A great star came out as he drew near home. His path took him not
through the village, but behind it, near enough for him to hear the
barkings of the dogs and to smell upon the frosty air the scent of the
wood fires. The house was a great one for these parts. There was a
small gate-house before it, built by his father for dignity, with a lodge
on either side and an arch in the middle, and beyond this lay the short
road, straight and broad, that went up to the court of the house. This
court was, on three sides of it, buildings; the hall and the buttery and
the living-rooms in the midst, with the stables and falconry on the left,
and the servants' lodgings on the right; the fourth side, that which lay
opposite to the little gate-house, was a wall, with a great double gate in
it, hung on stone posts that had, each of them, a great stone dog that

held a blank shield. All this later part, the wall with the gate, the stables
and the servants' lodgings, as well as the gatehouse without, had been
built by the lad's father twenty years ago, to bring home his wife to; for,
until that time, the house had been but a little place, though built of
stone, and solid and good enough. The house stood half-way up the rise
of the hill, above the village, with woods about it and behind it; and it
was above these woods behind that the great star came out like a
diamond in enamel-work; and Robin looked at it, and fell to thinking of
Marjorie again, putting all other thoughts away. Then, as he rode
through into the court on to the cobbled stones, a man ran out from the
stable to take his mare from him.
"Master Babington is here," he said. "He came half an hour ago."
"He is in the hall?"
"Yes, sir; they are at supper."
* * * * *
The hall at Matstead was such as that of most esquires of means. Its
daïs was to the south end, and the buttery entrance and the screens to
the north, through which came the servers with the meat.
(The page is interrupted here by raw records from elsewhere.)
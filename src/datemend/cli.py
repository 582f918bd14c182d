"""Command-line front: ``datemend [open] [FILE]``, ``scan``, ``auto``, ``replay``.

Every subcommand is a thin wrapper over the same core calls the window makes. Qt is imported only
by ``open``, so the other subcommands run where no display or Qt library is present.

Exit codes (also in the README):
  0  done, every date cell resolved
  2  the command line itself is wrong (unknown option, missing argument)
  3  an input or output problem a user can fix: unreadable file, bad fix log, missing column,
     target exists without --overwrite
  4  output written, but some column was ambiguous or some cells stayed unresolved
  5  replay --strict found drift or unresolved cells; nothing was written
  70 an internal error (details in the log file named on screen)
  130 cancelled (Ctrl+C)
"""

from __future__ import annotations

import argparse
import sys
from collections.abc import Sequence

from ._version import __version__

EXIT_OK = 0
EXIT_USAGE = 2
EXIT_INPUT = 3
EXIT_UNRESOLVED = 4
EXIT_STRICT = 5
EXIT_INTERNAL = 70
EXIT_CANCELLED = 130


def build_parser() -> argparse.ArgumentParser:
    p = argparse.ArgumentParser(
        prog="datemend",
        description=(
            "Preview and fix messy date columns in spreadsheets (CSV, XLSX, ODS), record each "
            "fix in a fix log, and replay the log on next month's file."
        ),
        epilog="Run without a subcommand to open the desktop window.",
    )
    p.add_argument("--version", action="version", version=f"datemend {__version__}")
    sub = p.add_subparsers(dest="command", metavar="COMMAND")

    o = sub.add_parser("open", help="open the desktop window (optionally on FILE)")
    o.add_argument("file", nargs="?", help="a CSV, XLSX or ODS file to open")

    s = sub.add_parser("scan", help="report, per column, how its values read as dates")
    s.add_argument("file", help="a CSV, TSV, XLSX, XLSM or ODS file")
    s.add_argument("--sheet", help="sheet name (workbooks; default: the first visible sheet)")
    s.add_argument("--header-row", type=int, help="1-based header row (default: first non-empty)")
    s.add_argument("--json", action="store_true", help="print the reports as JSON")
    s.add_argument("--all", action="store_true", help="also list columns that are not dates")
    _order_flags(s)
    return p


def _order_flags(p: argparse.ArgumentParser) -> None:
    g = p.add_mutually_exclusive_group()
    g.add_argument(
        "--day-first",
        dest="day_order",
        action="store_const",
        const="dmy",
        help="where the data cannot decide, read 03/04 as 3 April (a stated preference)",
    )
    g.add_argument(
        "--month-first",
        dest="day_order",
        action="store_const",
        const="mdy",
        help="where the data cannot decide, read 03/04 as 4 March (a stated preference)",
    )


def main(argv: Sequence[str] | None = None) -> int:
    parser = build_parser()
    args = parser.parse_args(argv)
    command = args.command or "open"
    from .core.table import DatemendError

    try:
        if command == "open":
            return _open(getattr(args, "file", None))
        if command == "scan":
            from .cli_commands import run_scan

            return run_scan(args)
    except DatemendError as err:
        print(f"datemend: {err}", file=sys.stderr)
        return EXIT_INPUT
    except KeyboardInterrupt:
        print("datemend: cancelled", file=sys.stderr)
        return EXIT_CANCELLED
    parser.error(f"unknown command {command!r}")
    return EXIT_USAGE


def _open(file: str | None) -> int:
    try:
        from .gui.app import run_app
    except ImportError as err:
        print(
            f"datemend: the desktop window needs Qt, which could not be loaded ({err}). "
            "See the README's troubleshooting section; `datemend scan FILE` works without it.",
            file=sys.stderr,
        )
        return EXIT_INPUT
    return run_app(file)


if __name__ == "__main__":
    raise SystemExit(main())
In the midst
of the floor stood the reredos with the fire against it, and a round vent
overhead in the roof through which went the smoke and came the rain.
The tables stood down the hall, one on either side, with the master's
table at the daïs end set cross-ways. It was not a great hall, though that
was its name; it ran perhaps forty feet by twenty. It was lighted, not
only by the fire that burned there through the winter day and night, but
by eight torches in cressets that hung against the walls and sadly
smoked them; and the master's table was lighted by six candles, of
latten on common days and of silver upon festivals.